--- Data provided ---

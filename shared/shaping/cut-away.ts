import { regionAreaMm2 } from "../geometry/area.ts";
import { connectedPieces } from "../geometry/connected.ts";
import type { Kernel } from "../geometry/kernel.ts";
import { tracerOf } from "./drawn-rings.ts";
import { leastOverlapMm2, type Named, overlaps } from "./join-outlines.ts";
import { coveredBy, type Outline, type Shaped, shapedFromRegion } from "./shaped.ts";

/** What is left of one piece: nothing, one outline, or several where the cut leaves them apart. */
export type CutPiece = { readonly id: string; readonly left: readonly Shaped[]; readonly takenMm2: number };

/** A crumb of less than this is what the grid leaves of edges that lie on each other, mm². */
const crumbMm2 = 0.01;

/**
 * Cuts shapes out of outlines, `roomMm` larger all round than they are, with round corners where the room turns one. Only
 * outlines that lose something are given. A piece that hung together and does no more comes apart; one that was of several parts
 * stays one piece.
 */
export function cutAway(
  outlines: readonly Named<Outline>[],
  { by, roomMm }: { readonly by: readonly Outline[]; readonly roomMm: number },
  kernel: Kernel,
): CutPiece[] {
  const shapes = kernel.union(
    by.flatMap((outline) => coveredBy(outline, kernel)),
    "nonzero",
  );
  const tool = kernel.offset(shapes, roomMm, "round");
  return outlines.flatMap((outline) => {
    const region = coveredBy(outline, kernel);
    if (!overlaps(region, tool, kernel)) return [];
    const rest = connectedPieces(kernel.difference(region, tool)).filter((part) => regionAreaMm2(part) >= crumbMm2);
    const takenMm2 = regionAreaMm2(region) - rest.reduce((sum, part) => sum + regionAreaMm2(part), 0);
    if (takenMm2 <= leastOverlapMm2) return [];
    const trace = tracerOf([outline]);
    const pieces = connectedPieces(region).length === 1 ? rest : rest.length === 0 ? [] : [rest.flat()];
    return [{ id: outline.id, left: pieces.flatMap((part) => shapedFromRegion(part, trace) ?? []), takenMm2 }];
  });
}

---
--- Data provided ---

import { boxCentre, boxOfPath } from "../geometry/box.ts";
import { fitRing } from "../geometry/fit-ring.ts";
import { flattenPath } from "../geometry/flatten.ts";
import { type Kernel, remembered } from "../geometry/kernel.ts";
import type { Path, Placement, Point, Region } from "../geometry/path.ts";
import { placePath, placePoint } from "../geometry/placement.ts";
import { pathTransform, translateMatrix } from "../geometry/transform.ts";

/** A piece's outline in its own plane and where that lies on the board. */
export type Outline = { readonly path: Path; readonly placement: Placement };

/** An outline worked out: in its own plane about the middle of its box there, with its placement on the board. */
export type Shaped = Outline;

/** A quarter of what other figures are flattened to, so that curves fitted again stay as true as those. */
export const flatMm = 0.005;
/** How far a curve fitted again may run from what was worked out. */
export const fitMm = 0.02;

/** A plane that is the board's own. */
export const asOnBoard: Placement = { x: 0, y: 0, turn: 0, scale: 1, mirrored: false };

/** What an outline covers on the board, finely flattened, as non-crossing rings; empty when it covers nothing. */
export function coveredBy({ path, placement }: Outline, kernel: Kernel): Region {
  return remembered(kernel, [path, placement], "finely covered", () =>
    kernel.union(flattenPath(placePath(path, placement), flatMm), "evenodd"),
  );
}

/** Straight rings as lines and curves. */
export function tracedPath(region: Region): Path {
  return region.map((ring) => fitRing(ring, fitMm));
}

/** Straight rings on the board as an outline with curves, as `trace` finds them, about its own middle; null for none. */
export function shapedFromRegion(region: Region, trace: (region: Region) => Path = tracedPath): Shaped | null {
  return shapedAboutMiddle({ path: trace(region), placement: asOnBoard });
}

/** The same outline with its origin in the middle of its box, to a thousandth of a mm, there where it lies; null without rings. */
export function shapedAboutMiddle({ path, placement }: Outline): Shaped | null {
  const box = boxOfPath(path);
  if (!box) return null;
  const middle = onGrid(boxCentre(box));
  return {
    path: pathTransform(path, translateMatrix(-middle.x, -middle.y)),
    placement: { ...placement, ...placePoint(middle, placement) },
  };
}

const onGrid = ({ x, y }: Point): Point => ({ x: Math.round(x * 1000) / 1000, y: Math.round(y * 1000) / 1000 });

---
--- Data provided ---

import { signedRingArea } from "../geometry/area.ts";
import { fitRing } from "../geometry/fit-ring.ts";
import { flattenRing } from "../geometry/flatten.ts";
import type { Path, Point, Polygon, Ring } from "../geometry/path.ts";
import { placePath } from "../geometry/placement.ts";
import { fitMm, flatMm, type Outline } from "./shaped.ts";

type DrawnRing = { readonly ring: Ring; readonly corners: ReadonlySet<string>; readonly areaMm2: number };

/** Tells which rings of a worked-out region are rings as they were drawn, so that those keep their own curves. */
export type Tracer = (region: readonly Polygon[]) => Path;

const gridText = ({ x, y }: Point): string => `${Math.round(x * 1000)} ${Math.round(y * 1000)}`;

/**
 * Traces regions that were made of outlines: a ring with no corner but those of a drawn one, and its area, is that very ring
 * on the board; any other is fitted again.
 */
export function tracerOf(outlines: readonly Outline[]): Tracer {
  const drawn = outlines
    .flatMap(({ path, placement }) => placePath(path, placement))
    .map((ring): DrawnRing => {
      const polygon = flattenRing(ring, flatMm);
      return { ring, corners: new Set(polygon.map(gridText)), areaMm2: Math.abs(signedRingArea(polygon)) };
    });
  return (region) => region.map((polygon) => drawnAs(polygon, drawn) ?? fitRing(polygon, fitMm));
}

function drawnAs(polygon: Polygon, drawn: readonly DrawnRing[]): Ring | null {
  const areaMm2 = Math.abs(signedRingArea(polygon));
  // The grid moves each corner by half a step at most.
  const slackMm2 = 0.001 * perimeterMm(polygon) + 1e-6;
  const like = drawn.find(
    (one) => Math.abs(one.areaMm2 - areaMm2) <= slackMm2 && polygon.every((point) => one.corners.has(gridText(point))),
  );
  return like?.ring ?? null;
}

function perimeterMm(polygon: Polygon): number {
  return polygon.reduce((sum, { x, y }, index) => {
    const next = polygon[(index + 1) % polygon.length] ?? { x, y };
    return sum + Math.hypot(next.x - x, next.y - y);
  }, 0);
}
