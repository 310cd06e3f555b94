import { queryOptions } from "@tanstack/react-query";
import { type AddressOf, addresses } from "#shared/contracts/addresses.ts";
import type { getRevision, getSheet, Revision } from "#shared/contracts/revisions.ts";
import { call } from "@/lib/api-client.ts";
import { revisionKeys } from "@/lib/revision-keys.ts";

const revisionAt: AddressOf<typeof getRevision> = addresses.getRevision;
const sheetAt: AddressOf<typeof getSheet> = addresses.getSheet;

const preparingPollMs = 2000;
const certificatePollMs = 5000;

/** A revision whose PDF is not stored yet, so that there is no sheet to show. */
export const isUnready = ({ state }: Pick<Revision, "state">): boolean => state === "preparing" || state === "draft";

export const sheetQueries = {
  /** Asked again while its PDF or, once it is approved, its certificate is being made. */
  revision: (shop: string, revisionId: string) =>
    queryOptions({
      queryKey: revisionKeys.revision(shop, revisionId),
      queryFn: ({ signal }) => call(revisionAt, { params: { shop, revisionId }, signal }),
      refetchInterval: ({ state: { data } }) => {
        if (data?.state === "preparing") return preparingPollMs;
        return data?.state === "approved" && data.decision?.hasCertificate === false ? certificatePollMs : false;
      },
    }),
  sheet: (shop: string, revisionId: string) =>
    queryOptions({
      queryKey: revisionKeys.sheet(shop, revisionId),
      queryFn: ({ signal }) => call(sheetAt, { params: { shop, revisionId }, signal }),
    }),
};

---

Work item. Count the lines in the records above that contain the word "shapedAboutMiddle", and reply with only that number.

Result for this exercise. 2